Abstract: In this talk, I will review some recent advances on deep generative models through the prism of Optimal Transport (OT). OT provides a way to define robust loss functions to perform high dimensional density fitting using generative models. This defines so called Minimum Kantorovitch Estimators (MKE) [1]. This approach is especially useful to recast several unsupervised deep learning methods in a unifying framework. Most notably, as shown respectively in [2,3] (and reviewed in [4]) Variational Autoencoders (VAE) and Generative Adversarial Networks (GAN) can be interpreted as (respectively primal and and dual) approximate MKE. This is a joint work with Aude Genevay and Marco Cuturi.
Abstract: Quantized random embeddings are an efficient dimensionality reduction technique which preserves the distances of low-complexity signals up to some controllable additive and multiplicative distortions. In this talk, we instead focus on verifying when this technique preserves the separability of two disjoint closed convex sets, i.e., in a quantized view of the "rare eclipse problem" introduced by Bandeira et al. in 2014. This separability would ensure exact classification of signals in such sets from the signatures output by this non-linear dimensionality reduction. We here present a result relating the embedding's dimension, its quantizer resolution and the sets' separation, as well as some numerically testable conditions to illustrate it. Experimental evidence is then provided in the special case of two ℓ2-balls, tracing the phase transition curves that ensure these sets' separability in the embedded domain. This is a joint work with Valerio Cambareri and Chunlei Xu.
Abstract: Compressive Sensing enables to reconstruct sparse signals from a limited number of linear measurements. Thanks to the restricted isometry property (RIP), some decoding algorithms, such as the iterative hard thresholding (IHT) algorithm, are theoretically guaranteed to find a best K-term approximation of an unknown signal. Whereas, in practice, due to the digitalisation, we often observe the nonlinear quantised measurements, taking a discrete value in a finite set for each measurement. Thus, the magnitude information of a signal is lost due to such a lossy quantisation. Similarly to the IHT algorithm, the quantised iterative hard thresholding (QIHT) algorithms is proposed to possibly tackle the quantised compressive sensing (QCS) problem. Now, the challenge is how to achieve a small reconstruction error by solving the QCS problem via the QIHT algorithm.
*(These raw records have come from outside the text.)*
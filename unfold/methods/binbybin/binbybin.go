// Package binbybin is the bin-by-bin correction of the data behind the
// seam of package unfold, for contrast only: μ_j = (n_j − b_j) C_j with
// the correction factor C_j = G_j / Σ_k A_jk (the simulated count
// generated in bin j over the simulated count reconstructed in bin j),
// for a truth and a reco binning that are the same. It is a biased
// shortcut: the factors carry the simulated truth spectrum and ignore
// the migrations between bins, so the result leans towards the
// simulation and its uncertainty is too small wherever bins migrate
// (cmd/desmear/help/method.md §15 Inversion and bin-by-bin factors). It
// is linear in the data; its Jacobian is the diagonal of the factors.
package binbybin

import (
	"context"
	"fmt"

	"github.com/desmear/desmear/unfold"
)

// Name is the method's name in unfold.Result.Method and in the method
// choice of the analysis file and the command line.
const Name = "bin-by-bin"

// Caution is the label of every bin-by-bin result.
const Caution = "bin-by-bin correction factors are a biased shortcut: they carry the simulated truth spectrum and ignore migrations between bins; use them for contrast only"

// Settings are the settings of the bin-by-bin correction (it has none);
// *Settings is the method (unfold.Method).
type Settings struct{}

// Details are what the correction reports besides the estimate.
type Details struct {
	// Factors are C_j per truth bin (0 where bin j has no reconstructed
	// simulated count).
	Factors []float64
	// Caution is the label Caution.
	Caution string
}

// DetailsOf returns the details of a result of this method, or nil.
func DetailsOf(r *unfold.Result) *Details {
	d, _ := r.Details.(*Details)
	return d
}

// Name returns the method's name.
func (s *Settings) Name() string { return Name }

// Validate checks the settings (there are none to check).
func (s *Settings) Validate() error { return nil }

// Fit forms the factors and corrects the data. It refuses a problem
// whose reco bins are not one per truth bin.
func (s *Settings) Fit(ctx context.Context, p *unfold.Prepared) (unfold.Fit, error) {
	nt, nr := p.TruthBins(), p.RecoBins()
	if nt != nr {
		return nil, &unfold.InputError{Field: "Migrations", Reco: -1, Truth: -1, Reason: fmt.Sprintf("bin-by-bin factors need the same truth and reco binning, one reco bin per truth bin (here %d reco and %d truth bins); use an unfolding method", nr, nt)}
	}
	reco := make([]float64, nr)
	p.Migrations().RowSums(reco)
	d := &Details{Factors: make([]float64, nt), Caution: Caution}
	for j, r := range reco {
		if r > 0 && p.Determined()[j] {
			d.Factors[j] = 1 / (r * p.InvGenerated()[j])
		}
	}
	return unfold.NewLinearFit(ctx, p, func() unfold.Solver { return factors(d.Factors) }, nil, d)
}

// factors is K = diag(C).
type factors []float64

func (c factors) Solve(_ context.Context, dst, y []float64) error {
	for j, f := range c {
		dst[j] = f * y[j]
	}
	return nil
}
In this talk, we consider the dithered uniform scaler quantisation, which is adding a random uniform dithering vector to a random linear map and applying the uniform scaler quantisation operator afterwards. Thanks to this random dithering vector, we can prove that the first step of the QIHT can already provide a relatively good k-term estimation of an unknown signal when the sensing matrix satisfies the so-called quantised inner product embedding (QIPE) property. Furthermore, if the unknown signal is not sparse, but belongs to a more general set, such as the union of subspaces, a convex set or even a set of low rank matrix, we can show that the projected back projection of the quantised measurements onto these general sets also can provide a relatively good estimation of the unknown signal under certain QIPE conditions. Lastly, we conduct some numerical tests to verify theoretical results given by the QIPE conditions.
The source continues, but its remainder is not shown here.